Search code examples
pythonmachine-learningscikit-learnrandom-forestimbalanced-data

Random Forest gets 98% accuracy in training and testing but always predicts the same class otherwise


I have spent 30 hours on this single problem de-bugging and it makes absolutely no sense, hopefully one of you guys can show me a different perspective.

The problem is that I use my training dataframe in a random forest and get very good accuracy 98%-99% but when I try and load in a new sample to predict on. The model ALWAYS guesses the same class.

#  Shuffle the data-frames records. The labels are still attached
df = df.sample(frac=1).reset_index(drop=True)

#  Extract the labels and then remove them from the data
y = list(df['label'])
X = df.drop(['label'], axis='columns')

#  Split the data into training and testing sets
X_train, X_test, y_train, y_test = train_test_split(X, y, test_size=TEST_SIZE)

#  Construct the model
model = RandomForestClassifier(n_estimators=N_ESTIMATORS, max_depth=MAX_DEPTH, random_state=RANDOM_STATE,oob_score=True)

#  Calculate the training accuracy
in_sample_accuracy = model.fit(X_train, y_train).score(X_train, y_train)
#  Calculate the testing accuracy
test_accuracy = model.score(X_test, y_test)

print()
print('In Sample Accuracy: {:.2f}%'.format(model.oob_score_ * 100))
print('Test Accuracy: {:.2f}%'.format(test_accuracy * 100))

The way I am processing the data is the same, but when I predict on the X_test or X_train I get my normal 98% and when I predict on my new data it always guesses the same class.

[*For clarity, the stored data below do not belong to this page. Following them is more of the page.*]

def mode_integrals(
    wavenumber_cm: ArrayLike, vdos: ArrayLike, temperature_K: float, prop: HarmonicProperty
) -> tuple[FloatArray, FloatArray, FloatArray]:
    """Classical, quantum and correction integrals of one property, in units of k or kT.

    Parameters
    ----------
    wavenumber_cm : array_like, shape (n,)
        Wavenumber grid, cm^-1, increasing, starting at 0.
    vdos : array_like, shape (..., n)
        Density of states per unit wavenumber, cm (integral = dof).
    temperature_K : float
        Temperature at which the weights are evaluated, K.
    prop : HarmonicProperty
        From :data:`qcorr.thermo.weights.PROPERTIES`.

    Returns
    -------
    classical, quantum, correction : ndarray, shape (...)
        Dimensionless "number of modes times weight"; multiply by k (heat
        capacity, entropy) or kT (energies) for the value of the whole group.

    Notes
    -----
    classical = integral S W^c (E, Cv: the dof; ZPE: 0; S: dof - L; A: L with
    L = :func:`log_moment`), correction = trapezoid integral of S (W^q - W^c),
    quantum = classical + correction.
    """
    x = np.asarray(wavenumber_cm, dtype=float)
    s = np.asarray(vdos, dtype=float)
    u = C.reduced_frequency(x, temperature_K)
    correction = np.trapezoid(s * prop.correction(u), x, axis=-1)
    if prop.name == "entropy":
        classical = np.trapezoid(s, x, axis=-1) - log_moment(x, s, temperature_K)
    elif prop.name == "helmholtz_free_energy":
        classical = log_moment(x, s, temperature_K)
    elif prop.name == "zero_point_energy":
        classical = np.zeros(s.shape[:-1])
    else:  # heat_capacity, energy, thermal_energy: W^c = 1
        classical = np.trapezoid(s, x, axis=-1)
    return classical, classical + correction, correction


def frozen_bond_integrals(
    wavenumbers_cm: ArrayLike, temperature_K: float, prop: HarmonicProperty
) -> tuple[float, float, float]:
    """Harmonic contribution of constrained bonds, per molecule, in units of k or kT.

    A constrained bond is absent from the MD spectrum and contributes nothing
    classically (its degree of freedom was removed), yet a real bond carries
    zero-point energy and quantum thermal terms.  Each given wavenumber is one
    quantum harmonic mode (e.g. a gas-phase or experimental stretch wavenumber).

    Parameters
    ----------
    wavenumbers_cm : array_like
        Wavenumbers of the constrained bonds of one molecule, cm^-1, > 0.
    temperature_K : float
        Temperature, K.
    prop : HarmonicProperty
        Property.

    Returns
    -------
    classical, quantum, correction : float
        classical = 0 (constrained in MD); quantum = correction = sum_i W^q(u_i).
    """
    u = C.reduced_frequency(np.asarray(wavenumbers_cm, dtype=float), temperature_K)
    quantum = float(np.sum(prop.quantum(u)))
    return 0.0, quantum, quantum


def mean_square_displacement(
    wavenumber_cm: ArrayLike, vdos: ArrayLike, temperature_K: float, group_mass_g_mol: float
) -> tuple[FloatArray, FloatArray]:
    """Harmonic mean-square displacement <|u|^2>, quantum (coth factor) and classical.

    Per mode of frequency nu, <x^2>_q = <x^2>_cl (u/2) coth(u/2) with
    <x^2>_cl = kT / (m (2 pi nu)^2) (Maradudin et al. [4]_).  Summed over the
    group's modes and divided by the group's mass this is the mass-weighted mean
    over its atoms (exact for one species):

        <|u|^2> = (1/M) integral S(nu~) kT / (4 pi^2 c^2 nu~^2) W(u) dnu~,

    W = (u/2) coth(u/2) (quantum) or 1 (classical).

    Parameters
    ----------
    wavenumber_cm : array_like, shape (n,)
        Wavenumber grid, cm^-1, starting at 0.
    vdos : array_like, shape (..., n)
        Density of states per unit wavenumber, cm.
    temperature_K : float
        Temperature, K.
    group_mass_g_mol : float
        Total mass M of the group's atoms, g/mol (= u per group).

    Returns
    -------
    quantum, classical : ndarray, shape (...)
        Mean-square displacement in angstrom^2 (|u|^2 = x^2 + y^2 + z^2, so
        <u_x^2> is a third of it).

    Notes
    -----
    Only defined for bound motion: S(nu~)/nu~^2 must stay finite as nu~ -> 0.
    The first grid point is not used: S/nu~^2 there is taken as S_1/nu~_1^2, the
    nu~^2 (Debye) law through the first non-zero wavenumber, exact for a Debye
    spectrum.  Call it only for groups that pass :func:`zero_frequency_check`.
    """
    x = np.asarray(wavenumber_cm, dtype=float)
    s = np.asarray(vdos, dtype=float)
    g = np.empty_like(s)
    g[..., 1:] = s[..., 1:] / x[1:] ** 2
    g[..., 0] = s[..., 1] / x[1] ** 2 if x[0] == 0 else s[..., 0] / x[0] ** 2
    u = C.reduced_frequency(x, temperature_K)
    # kT / (4 pi^2 c^2) in J s^2 cm^-2; times integral (S / nu~^2) dnu~ in cm^2 -> kg m^2
    prefactor = C.boltzmann_J_per_K * temperature_K / (
        4.0 * math.pi**2 * C.speed_of_light_cm_per_s**2
    )
    mass_kg = group_mass_g_mol * C.atomic_mass_kg
    to_A2 = 1.0 / C.angstrom_m**2
    classical = prefactor * np.trapezoid(g, x, axis=-1) / mass_kg * to_A2
    quantum = prefactor * np.trapezoid(g * energy_quantum(u), x, axis=-1) / mass_kg * to_A2
    return quantum, classical


# ------------------------------------------------------------------ units
def basis_factor(basis: str, molecule_count: float, atom_count: float) -> float:
    """Multiply a whole-group value in k (or kT) units by this to get the basis' value.

    per_mole_molecules: N_A / molecules; per_mole_atoms: N_A / atoms;
    per_system: 1 (J/K or kJ for the whole simulated group).
    """
    if basis == "per_mole_molecules":
        return C.avogadro_per_mol / molecule_count
    if basis == "per_mole_atoms":
        return C.avogadro_per_mol / atom_count
    if basis == "per_system":
        return 1.0
    raise ConfigError(f"unknown basis '{basis}'; valid: {', '.join(BASES)}")
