def add_arguments(parser: argparse.ArgumentParser) -> None:
    parser.add_argument("spectrum", metavar="SPECTRUM.nc", help="spectrum file from 'qcorr spectrum'")
    parser.add_argument("--output", required=True, metavar="TABLE.csv",
                        help="table to write (CSV); the sidecar TABLE.json is written beside it")
    parser.add_argument("--system", metavar="ID", default=None,
                        help="system identifier (default: the spectrum file's name without extension)")
    parser.add_argument("--groups", metavar="NAME", nargs="+", default=None,
                        help="groups to evaluate (default: every group made of whole molecules of "
                             "one kind); each must hold identical molecules")
    parser.add_argument("--symmetry-number", metavar="[GROUP=]N", action="extend", nargs="+",
                        default=[],
                        help="rotational symmetry number (count; 2 for water, 1 if not given), for "
                             "all groups or per group as GROUP=N")
    parser.add_argument("--rotational-fluidicity", choices=twophase.ROTATIONAL_FLUIDICITY_CHOICES,
                        default="from-rotation",
                        help="from-rotation: solve the fluidicity equation with the rotational "
                             "zero-frequency value (default, published form); same-as-translation: "
                             "reuse the translational fluidicity")
    parser.add_argument("--hard-sphere-entropy", choices=hard_sphere_gas.HARD_SPHERE_FORMS,
                        default="published",
                        help="published: with ln z(y) (reference gas at the hard-sphere pressure; "
                             "default); constant-volume: Carnahan-Starling entropy at fixed N, V, T")
    parser.add_argument("--gas-volume", choices=hard_sphere_gas.GAS_VOLUME_CHOICES, default="gas-particles",
                        help="volume per gas particle in the hard-sphere entropy: V/(fN) "
                             "(gas-particles, default) or V/N (all-particles)")
    parser.add_argument("--diffusion-from", choices=("spectrum", "msd"), default="spectrum",
                        help="translational zero-frequency value from the spectrum S(0) (default) or "
                             "from the mean-square-displacement diffusion coefficient; both are "
                             "always reported")
    parser.add_argument("--viscosity", metavar="PA_S", type=float, default=None,
                        help="shear viscosity in Pa s: add the Yeh-Hummer finite-size correction "
                             "2.837297 kT/(6 pi eta L) (cubic box, L = volume^(1/3)) to the "
                             "self-diffusion coefficient before 2PT (default: none, the periodic "
                             "system's own diffusion)")
    parser.add_argument("--vibration-spectrum", choices=("residual", "difference"), default="residual",
                        help="intramolecular vibration: spectrum of the residual velocities v - V - "
                             "w x r (default; non-negative) or the difference spectrum vdos - "
                             "translation - rotation (negative near zero frequency by the "
                             "rotational S(0)); both integrate to the vibrational dof")
    parser.add_argument("--volume", metavar="A3", type=float, default=None,
                        help="system volume in cubic angstrom (default: the mean box volume of the "
                             "spectrum file)")
    parser.add_argument("--md-energy", metavar="GROUP=KJ_PER_MOL", action="extend", nargs="+",
                        default=[],
                        help="mean total (kinetic + potential) MD energy of the group per mole of "
                             "its molecules, kJ/mol; makes energy and free energy absolute")
    parser.add_argument("--split-output", metavar="SPLIT.nc", default=None,
                        help="also write the gas-like and solid-like spectra of every component "
                             "(NetCDF, cm per cm-1)")
    parser.add_argument("--quiet", action="store_true", help="do not print the table")
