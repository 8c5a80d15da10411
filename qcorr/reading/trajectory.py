"""Opening trajectories, the time axis, masses, atom groups and streamed velocities.

Everything that touches MDAnalysis lives here.  The rest of qcorr sees plain
arrays: per-atom masses (u = g/mol), per-frame velocities (Å/ps) with the
centre-of-mass velocity removed, and a uniform sampling interval (ps).

Rules this module applies (each one documented where it is implemented):

* **Time step** comes from the frames' time stamps, never from
  ``trajectory.dt`` (which several MDAnalysis readers fill with a fallback);
  unevenly spaced or missing frames raise :class:`~qcorr.errors.SamplingError`
  naming the first bad frame.
* **Masses** come from the topology (or MDAnalysis' guess), overridden per
  atom type by the user.  Atoms of zero mass are *virtual sites* and are
  excluded (with a note) when their name or type looks like one
  (:data:`VIRTUAL_SITE_PATTERN`) or when the user asks for it; any other zero,
  negative or undefined mass is an error.
* **LAMMPS dumps** are read without unit conversion by MDAnalysis: the user
  states the LAMMPS unit style (``real``: Å, fs, Å/fs; ``metal``: Å, ps, Å/ps;
  LAMMPS manual, "units" command) and the MD time step in that style's time unit
  (reader option ``dt``); qcorr converts times to ps and velocities to Å/ps.
* **Velocities** are the stored ones, or forward differences of positions made
  continuous across periodic boundaries (minimum image of each step's
  displacement), on request only.

References
----------
.. [1] R. J. Gowers et al., "MDAnalysis: A Python package for the rapid analysis of
   molecular dynamics simulations", Proc. 15th Python in Science Conf., 98 (2016),
   doi:10.25080/Majora-629e541a-00e.
.. [2] LAMMPS documentation, "units command", https://docs.lammps.org/units.html.
"""

from __future__ import annotations

import hashlib
import math
import os
import re
import threading
import warnings
from collections.abc import Iterator, Mapping, Sequence
from dataclasses import dataclass, field
from pathlib import Path

import numpy as np
from numpy.typing import NDArray

from qcorr.constants import femtosecond_s, picosecond_s
from qcorr.errors import ConfigError, SamplingError, TrajectoryError

#: atom names/types (case-insensitive, whole name) that mark a massless virtual site:
#: TIP4P-style "M"/"MW"/"EPW", extra points "EP1", lone pairs "LP1", generic "VS"/"VSITE", dummies "DUM".
VIRTUAL_SITE_PATTERN = re.compile(r"^(M|MW\d*|EPW\d*|EP\d*|LP\d*|VS\d*|VSITE\d*|DUM\w*)$", re.IGNORECASE)

#: file suffixes read as LAMMPS dumps when no format is given
LAMMPS_DUMP_SUFFIXES = (".lammpstrj", ".lammpsdump", ".dump")

#: LAMMPS unit styles qcorr converts: (time unit in s, velocity factor to Å/ps)
LAMMPS_UNIT_STYLES: dict[str, float] = {
    "real": femtosecond_s,  # time fs, length Å, velocity Å/fs
    "metal": picosecond_s,  # time ps, length Å, velocity Å/ps
}

#: relative tolerance on each frame interval (fraction of the time step), plus float32 rounding
INTERVAL_TOLERANCE = 1e-2


# --------------------------------------------------------------------------- options
def parse_option_value(text: str) -> int | float | bool | str:
    """Interpret a ``KEY=VALUE`` option value: int, then float, then true/false, else text."""
    for kind in (int, float):
        try:
            return kind(text)
        except ValueError:
            pass
    if text.lower() in ("true", "yes"):
        return True
    if text.lower() in ("false", "no"):
        return False
    return text


def parse_key_values(items: Sequence[str] | None, option: str) -> dict[str, str]:
    """Split repeated ``KEY=VALUE`` options into a dict (keys unique).

    Raises
    ------
    ConfigError
        If an item has no ``=``, an empty key, or a key repeats.
    """
    result: dict[str, str] = {}
    for item in items or ():
        key, sep, value = item.partition("=")
        key = key.strip()
        if not sep or not key:
            raise ConfigError(f"{option} expects KEY=VALUE, got {item!r}")
        if key in result:
            raise ConfigError(f"{option} gives {key!r} twice; give each name once")
        result[key] = value.strip()
    return result
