def _compute_in_processes(args: argparse.Namespace, processes: int, pieces: int, block_index: int,
                          block_count: int, segment_range: tuple[int, int], files):
    """Block *block_index* of *block_count* computed in *pieces* sub-blocks by *processes* processes.

    Sub-block k is frame block ``block_index * pieces + k + 1`` of ``block_count *
    pieces``; together they make up exactly this job's block (see
    :func:`qcorr.spectra.estimator.block_range`), and they are joined as ``qcorr combine`` joins
    blocks (:func:`qcorr.spectra.spectrum_file.join_blocks`): equal to one process up to
    floating-point rounding.  This process and ``processes - 1`` spawned workers take
    the next sub-block from a shared counter whenever they are free, so this process
    (imports and trajectory ready) starts at once and the workers join as soon as they
    have started; the first error stops everyone taking more.  This process also
    computes the inputs' SHA-256 in a thread.

    Workers are spawned, not forked (a fork of a threaded process may hang), so a
    Python script that calls :func:`qcorr.cli.main` must do so under
    ``if __name__ == "__main__":`` (Python's rule for spawned processes, which import
    the main script again).  Progress bars are not shown while the work is split.
    """
    import multiprocessing
    from concurrent.futures import ProcessPoolExecutor
    from concurrent.futures.process import BrokenProcessPool

    from qcorr.reading import trajectory as trj
    from qcorr.spectra.spectrum_file import join_blocks

    total = block_count * pieces
    jobs = []
    for k in range(pieces):
        options = {key: value for key, value in vars(args).items() if not callable(value)}
        options.update(block=f"{block_index * pieces + k + 1}-of-{total}", threads=1,
                       progress="never")
        jobs.append(options)
    hashing = trj.start_describing_files(files, block_index, block_count)
    parts: list = [None] * pieces
    context = multiprocessing.get_context("spawn")
    counter = context.Value("i", 0)
    pool = ProcessPoolExecutor(processes - 1, mp_context=context, initializer=_share_counter,
                               initargs=(counter,))
    try:
        futures = [pool.submit(_take_sub_blocks, jobs) for _ in range(processes - 1)]
        _share_counter(counter)
        done = _take_sub_blocks(jobs)
        for future in futures:
            done += future.result()
        for k, part in done:
            parts[k] = part
        input_files = hashing.result()
    except BrokenProcessPool:
        hashing.cancel()
        raise ConfigError(
            f"--threads {args.threads}: a worker process stopped before it finished (out of memory, "
            "or qcorr was called from a Python script without an 'if __name__ == \"__main__\":' "
            "guard, which spawned workers need); use --threads 1 or fix that"
        ) from None
    except BaseException:
        hashing.cancel()
        raise
    finally:
        # the workers have returned everything (or failed); do not wait for their exit
        pool.shutdown(wait=False, cancel_futures=True)
    names = [f"sub-block {k + 1} of {pieces}" for k in range(pieces)]
    ds = join_blocks(parts, names, getattr(args, "command_line", "qcorr spectrum"), segment_range,
                     block_index + 1, block_count)
    ds.attrs["input_files"] = json.dumps(input_files)
    ds.attrs["worker_processes"] = processes
    return ds


#: the shared sub-block counter of :func:`_compute_in_processes` (set in every process)
_SUB_BLOCK_COUNTER = None


def _share_counter(counter) -> None:
    global _SUB_BLOCK_COUNTER
    _SUB_BLOCK_COUNTER = counter


def _take_sub_blocks(jobs: list[dict]) -> list:
    """Compute the next untaken sub-block until none is left; [(index, dataset), ...]."""
    counter, done = _SUB_BLOCK_COUNTER, []
    while True:
        with counter.get_lock():
            k = counter.value
            counter.value += 1
        if k >= len(jobs):
            return done
        try:
            done.append((k, _compute_sub_block(jobs[k])))
        except BaseException:
            with counter.get_lock():
                counter.value = len(jobs)  # nobody takes another one
            raise


def _compute_sub_block(options: dict):
    """One sub-block of :func:`_compute_in_processes` (its warnings were already given)."""
    with warnings.catch_warnings():
        warnings.simplefilter("ignore", QcorrWarning)
        return compute(argparse.Namespace(**options), worker=True)


def finish(ds, output: str) -> None:
    """Run the diagnostics, print them, store them, write the file (shared with ``combine``)."""
    from qcorr.spectra import diagnostics as diag
    from qcorr.spectra.spectrum_file import write_spectrum

    checks = diag.run_diagnostics(ds)
    ds.attrs["diagnostics"] = diag.to_json(checks)
    for check in checks:
        if check.status == "ok":
            print(f"qcorr: {check.check}: {check.message}", file=sys.stderr)
    diag.announce(checks)
    write_spectrum(ds, output)
    groups = ", ".join(
        f"{g} ({float(dof):g} dof, {float(t):.1f} K)"
        for g, dof, t in zip(ds["group"].values, ds["degrees_of_freedom"].values,
                             ds["kinetic_temperature"].values)
    )
    print(f"qcorr: wrote {output}: {ds.sizes['segment']} segments; groups {groups}", file=sys.stderr)
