def save_figure(figure: Figure, path: str | os.PathLike[str], *, option: str = "path") -> Path:
    """Write a figure atomically; the extension of *path* (.svg, .png, .pdf) picks the format.

    SVG and PDF carry no date and SVG a fixed id salt, so the same figure gives the same
    bytes; PNG is written at 150 dpi.

    Parameters
    ----------
    figure : matplotlib.figure.Figure
        E.g. from :func:`spectrum_figure` or :func:`cumulative_figure`.
    path : str or path-like
        Output file (its directory is made if missing).
    option : str
        Name of the option or argument that gave *path*, for the error message.

    Returns
    -------
    pathlib.Path
        The written file.

    Raises
    ------
    ConfigError
        If the extension is not one of :data:`FIGURE_FORMATS` (nothing is written).
    """
    fmt = figure_format(path, option)
    FigureCanvasAgg(figure)
    metadata = {"Date": None} if fmt in ("svg", "pdf") else {"Software": None}
    if fmt == "pdf":
        metadata["CreationDate"] = None
        metadata.pop("Date")
    with (
        matplotlib.rc_context({"svg.hashsalt": "qcorr", "svg.fonttype": "path"}),
        atomic_path(path, option) as tmp,
    ):
        figure.savefig(tmp, format=fmt, metadata=metadata, dpi=150)
    return Path(path)


def _upper_wavenumber(ds: xr.Dataset, max_wavenumber_cm: float | None) -> float:
    """The figures' upper wavenumber in cm^-1: the given one (> 0) or the default."""
    if max_wavenumber_cm is None:
        return default_upper_wavenumber(ds)
    if not max_wavenumber_cm > 0:
        raise ConfigError(f"--max-wavenumber {max_wavenumber_cm!r}: must be > 0 cm^-1")
    return float(max_wavenumber_cm)


def _add_frequency_axis(axes) -> None:
    top = axes.secondary_xaxis(
        "top",
        functions=(lambda w: w / wavenumber_per_THz, lambda f: f * wavenumber_per_THz),
    )
    top.set_xlabel("frequency (THz)")


def spectrum_figure(
    ds: xr.Dataset,
    *,
    temperature_K: float | None = None,
    max_wavenumber_cm: float | None = None,
    title: str | None = None,
) -> Figure:
    """Draw the VDOS of every group with the quantum weighting functions over it.

    Parameters
    ----------
    ds : xarray.Dataset
        Spectrum file contents.
    temperature_K : float, optional
        Temperature in K of the weighting functions (default: the file's).
    max_wavenumber_cm : float, optional
        Upper end of the wavenumber axis in cm⁻¹, > 0 (default
        :func:`default_upper_wavenumber`).
    title : str, optional
        Figure title (default: the file's temperature).

    Returns
    -------
    matplotlib.figure.Figure
        One axes: a line per group, ``VDOS, group <name>`` (left axis, cm), and on a
        twin right axis the two weighting functions; a frequency axis (THz) on top.
        Write it with :func:`save_figure`.

    Raises
    ------
    ConfigError
        Temperature <= 0 or upper wavenumber <= 0 (names ``--temperature`` /
        ``--max-wavenumber``).

    Notes
    -----
    Left axis: ``vdos`` (cm, i.e. degrees of freedom per cm⁻¹).  Right axis, 0–1:
    the quantum heat-capacity weight ``u² eᵘ/(eᵘ−1)²`` and the thermal-energy weight
    ``u/(eᵘ−1)`` of :mod:`qcorr.thermo.weights` at ``u = h c ν̃/(k T)``; a classical
    oscillator has weight 1 in both.
    """
    temperature_K = _check_temperature(
        ds.attrs["temperature_K"] if temperature_K is None else temperature_K
    )
    upper = _upper_wavenumber(ds, max_wavenumber_cm)
    wavenumber = np.asarray(ds["wavenumber"].values, dtype=float)
    shown = wavenumber <= upper
    figure = Figure(figsize=(7.0, 4.2), layout="constrained")
    axes = figure.add_subplot()
    for group in _group_names(ds):
        axes.plot(
            wavenumber[shown],
            np.asarray(ds["vdos"].sel(group=group).values)[shown],
            label=f"VDOS, group {group}",
            linewidth=1.6 if group == "total" else 1.0,
        )
    axes.set_xlim(0, upper)
    axes.set_ylim(bottom=min(0.0, axes.get_ylim()[0]))
    axes.set_xlabel("wavenumber (cm⁻¹)")
    axes.set_ylabel("VDOS (degrees of freedom per cm⁻¹)")
    _add_frequency_axis(axes)
    right = axes.twinx()
    fine = np.linspace(0.0, upper, 600)[1:]
    u = reduced_frequency(fine, temperature_K)
    right.plot(fine, weights.heat_capacity_quantum(u), "k--", linewidth=1.0,
               label="quantum weight, heat capacity")
    right.plot(fine, weights.thermal_energy_quantum(u), "k:", linewidth=1.0,
               label="quantum weight, thermal energy")
    right.set_ylim(0, 1.05)
    right.set_ylabel(f"weighting function at {temperature_K:g} K (classical = 1)")
    lines = axes.get_legend_handles_labels()
    more = right.get_legend_handles_labels()
    axes.legend(lines[0] + more[0], lines[1] + more[1], loc="upper right", fontsize="small")
    measured = float(ds.attrs["temperature_K"])
    axes.set_title(
        title
        or (
            f"spectrum measured at {measured:g} K"
            + ("" if temperature_K == measured else f"; weights at {temperature_K:g} K")
        )
    )
    return figure
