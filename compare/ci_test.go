package compare

import (
	"encoding/json"
	"fmt"
	"math"
	"math/rand/v2"
	"strings"
	"testing"

	"gonum.org/v1/gonum/floats/scalar"

	"unshelved/ingest"
)

// effectsInput is a review whose published studies are given as effect and
// SE, with no links.
func effectsInput(id string, effects, ses []float64) AuditInput {
	in := AuditInput{Review: ingest.Review{ReviewID: id, Measure: "MD", Unit: "points", Better: "lower"}, Trials: map[string]ingest.Trial{}}
	for i := range effects {
		in.Studies = append(in.Studies, ingest.ReviewStudy{ReviewID: id, Study: fmt.Sprintf("S%d", i+1), Effect: fp(effects[i]), SE: fp(ses[i])})
	}
	return in
}

// The example of issue 13: the Wald p (0.030) was printed beside the HKSJ
// interval. Check values: testdata/reference/ci_p_consistency.txt (scipy
// 1.10.1, REML by its fixed-point equation with brentq; HKSJ written out).
func TestAuditPValueFromIntervalTest(t *testing.T) {
	in := effectsInput("EX", []float64{0.10, 0.32, 0.05, 0.40}, []float64{0.12, 0.15, 0.10, 0.20})
	const tol = 1e-8 // two REML root finders, both to ~1e-15 in tau²; the p carries a few more digits of error
	// The tau² check value is as close; tol covers it too.
	for _, c := range []struct {
		ci                string
		se, lo, hi, p     float64
		wantMethod        string
		significantWanted bool
	}{
		// scale 1.049 > 1, so floored and untruncated agree.
		{CIHKSJ, 0.07783881522047274, -0.08279356753890063, 0.41264213227329527, 0.12432482873315165, CIHKSJ, false},
		{CIHKSJUntruncated, 0.07783881522047274, -0.08279356753890063, 0.41264213227329527, 0.12432482873315165, CIHKSJUntruncated, false},
		{CIWald, 0.07599123675215029, 0.015984195192326217, 0.3138643695420684, 0.029983627266637745, CIWald, true},
	} {
		a, err := AuditReview(in, Options{CI: c.ci, SkipBias: true})
		if err != nil {
			t.Fatal(err)
		}
		r := a.Published.Random
		checkNear(t, "--ci "+c.ci, tol, []near{{"estimate", r.Estimate, 0.1649242823671973}, {"tau2", r.Tau2, 0.005416262530028588},
			{"se", r.SE, c.se}, {"ci_low", r.CILow, c.lo}, {"ci_high", r.CIHigh, c.hi}, {"p", r.P, c.p}})
		if r.CIMethod != c.wantMethod || significant(r) != c.significantWanted || a.FewStudies {
			t.Errorf("--ci %s: method %q significant %v few %v", c.ci, r.CIMethod, significant(r), a.FewStudies)
		}
	}
}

    #  The json file is not in the correct format, this function normalizes it
    normalized_json = json_normalizer(json_file, "", training=False)
    #  Turn the json into a list of dictionaries which contain the features
    features_dict = create_dict(normalized_json, label=None)

    #  Convert the dictionaries into pandas dataframes
    df = pd.DataFrame.from_records(features_dict)
    print('Total amount of email samples: ', len(df))
    print()

    df = df.fillna(-1)
    #  One hot encodes string values
    df = one_hot_encode(df, noOverride=True)
    if 'label' in df.columns:
        df = df.drop(['label'], axis='columns')
    print(list(model.predict(df))[:100])
    print(list(model.predict(X_train))[:100])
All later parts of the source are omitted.